Some impressive 10-year-olds recently manned stalls at a nearby park. Their school asked them to design, make and sell products to the public. Parents and friends happily supported a great event that gave kids their first taste of entrepreneurship.
The trouble is, this event and so many others like it across secondary schools and universities, will not be formally recorded. It will be another experience in a long list of extracurricular activities, but not documented as part of an entrepreneurship learning portfolio.
As Australia hurtles towards a new era of youth entrepreneurship, we must consider how the learning from new ventures – and everything that goes with it – is captured, valued and recognised by employers or other stakeholders in the innovation ecosystem.
The idea is not as crazy as it sounds. Some European countries have discussed launching entrepreneurship skills accreditation programs and the 2014 UK Enterprise For All report outlined the merits of a digital "entrepreneurship passport" for students.
Broadly, these programs will recognise entrepreneurship learning by recording courses, events, internships and ventures that young people engage in and seek credit for.
A secondary student, for example, who completes an internship at a start-up venture would have that learning recorded and formally recognised on their entrepreneurship passport – a centralised, digital system that records their new-venture achievements.
So too would a tertiary student who competes in a university start-up competition, attends a new-venture bootcamp or a seminar featuring learning entrepreneurs. As would another who starts a venture after uni, fails and starts again.
I recall entering a university start-up competition, winning it and receiving a nice cheque. The other students had barely any recognition for their learning from the competition, despite spending months planning their venture and pitching the idea to venture capitalists.
Entrepreneurship, of all fields, requires learning-by-doing in the field. Students arguably gain more from an eight-week internship with a hot start-up than they ever can in a uni classroom. Yet this learning is not recorded or valued in the same way.
I have seen too many aspiring entrepreneurs over the years get little or no recognition for their new-venture experience.
For example, a friend started an online venture, raised capital and did everything from technology to sales and management. He had a thriving business until Amazon obliterated it (no shame in that). When the venture failed, he struggled to find a decent job because corporate employers did not understand or recognise his new-venture skills.
Other fields do much more to recognise learning and oversee its quality through accreditation programs. A financial adviser or company director, for example, might receive Continuing Professional Development points for attending a seminar or short course.
The point is, we need better recognition of entrepreneurship experiences – inside and outside the classroom – so that the value of that learning is recognised.
Imagine a twentysomething who participates in a dozen recognised entrepreneurship programs at school and university. Those recorded experiences are an asset when he or she launches their venture, tries to raise capital or persuade others to support them. Potential stakeholders have a better sense of the young entrepreneur's capabilities and greater confidence in their ability.
And if the venture fails or performs below the founder's expectation, as the majority will, the entrepreneur at least has recognised entrepreneurship qualifications to promote to corporate employers, should they pursue a traditional career.
I do not suggest that every budding entrepreneur has every new-venture course or experience recorded. But a small proportion of young people who are serious about entrepreneurship may want their achievements documented.

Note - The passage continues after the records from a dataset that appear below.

use crate::equilibrium::activity::{ActivityModel, DAVIES_LIMIT};
use crate::equilibrium::{solve, solve_addition};
use crate::error::{in_range, non_negative, Result, SolverError};
use crate::fmt::{clip, format_volume_ml, sig, sig_trim, QUOTE_MAX};
use crate::limits;
use crate::mixture::{
    lookup, prepare, tolerance, Additive, AdditiveSpec, ComponentSpec, MixtureSpec,
};
use crate::system::library::{counter_charge, find_form};
use crate::system::thermo::system_pks;
use crate::system::{AcidSystem, ReagentForm};

struct FormInfo<'a> {
    form: &'a ReagentForm,
    /// Counter charge per system unit.
    q: f64,
    /// Σ z² n per system unit.
    zz: f64,
    /// Formula units per system unit.
    per_unit: f64,
}

fn form_info<'a>(sys: &'a AcidSystem, id: &str, field: &str) -> Result<FormInfo<'a>> {
    let form = find_form(sys, id).ok_or_else(|| SolverError::UnknownChoice {
        field: field.to_string(),
        kind: "form".into(),
        name: id.into(),
    })?;
    if !(form.units.is_finite() && form.units > 0.0) {
        return Err(SolverError::OutOfRange {
            field: format!("{field}.units"),
            value: form.units,
            min: f64::MIN_POSITIVE,
            max: f64::MAX,
        });
    }
    let zz: f64 = form
        .counter_ions
        .iter()
        .map(|(ion, n)| f64::from(ion.charge() * ion.charge()) * n)
        .sum();
    Ok(FormInfo {
        q: counter_charge(form) / form.units,
        zz: zz / form.units,
        per_unit: 1.0 / form.units,
        form,
    })
}

/// Deprotonation level of a form per system unit: counter charge + z₀.
pub fn form_level(sys: &AcidSystem, form: &ReagentForm) -> f64 {
    if form.units > 0.0 {
        counter_charge(form) / form.units + f64::from(sys.z0)
    } else {
        f64::NAN
    }
}

/// The step (1-based) whose pK at `t_c` is nearest the target pH.
///
/// # Errors
///
/// Temperature outside the system's data.
pub fn nearest_step(sys: &AcidSystem, target_ph: f64, t_c: f64) -> Result<(usize, f64)> {
    nearest_of(sys, &system_pks(sys, t_c)?, target_ph)
}

/// [`nearest_step`] over pK values already computed.
fn nearest_of(sys: &AcidSystem, pks: &[f64], target_ph: f64) -> Result<(usize, f64)> {
    let mut best = (1usize, f64::NAN);
    let mut dist = f64::INFINITY;
    for (i, pk) in pks.iter().enumerate() {
        let d = (target_ph - pk).abs();
        if d < dist {
            dist = d;
            best = (i + 1, *pk);
        }
    }
    if best.1.is_nan() {
        return Err(SolverError::Unknown {
            kind: "dissociation step".into(),
            name: sys.id.clone(),
        });
    }
    Ok(best)
}

/// Suggest the acid and base forms of the adjacent pair that buffers the target:
/// forms whose deprotonation level is `k−1` and `k` for the nearest step `k`.
///
/// # Errors
///
/// Unknown system, temperature out of range, or no shelf forms at those levels.
pub fn suggest_pair(
    system: &str,
    target_ph: f64,
    t_c: f64,
    custom: &[AcidSystem],
) -> Result<(String, String)> {
    let sys = lookup(system, custom)?;
    let (k, _) = nearest_step(sys, target_ph, t_c)?;
    let pick = |level: f64| {
        sys.forms
            .iter()
            .filter(|f| (form_level(sys, f) - level).abs() < 1e-9)
            .map(|f| f.id.clone())
            .next()
    };
    let acid = pick(k as f64 - 1.0);
    let base = pick(k as f64);
    match (acid, base) {
        (Some(a), Some(b)) => Ok((a, b)),
        _ => Err(SolverError::Infeasible {
            field: "method".into(),
            reason: format!(
                "no shelf forms for both sides of step {k} of {}; choose the forms by hand",
                clip(&sys.name, QUOTE_MAX)
            ),
        }),
    }
}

The problem, of course, is the lack of a prominent entrepreneurship body in Australia that could design, implement and oversee such a system. Or have the resources to accredit youth entrepreneurship programs, maintain quality control and help safeguard against the threat of private-sector sharks trying to cash in on the entrepreneurship education boom.
Perhaps such an organisation, in time, could even accredit entrepreneurs and have continuing professional learning requirements – an idea I have flagged before, only to be criticised by serial entrepreneurs who claim such formality would never work.
They are usually the same founders who supposedly sold lemonade at age five, were badly misunderstood at school and had a mutant entrepreneurship gene that made them special (or, in truth, helped them spruik their venture and themselves).
Tomorrow's entrepreneurs will increasingly learn about new ventures through the education system, be encouraged to create their job rather than only apply for it, and see entrepreneurship as their calling and profession.
As in other fields, they will want recognition for their learning to help further their career, not the current haphazard system that does little to recognise formal or informal entrepreneurship learning (beyond that provided by unis or training organisations).
Our next generation of entrepreneurs deserves better.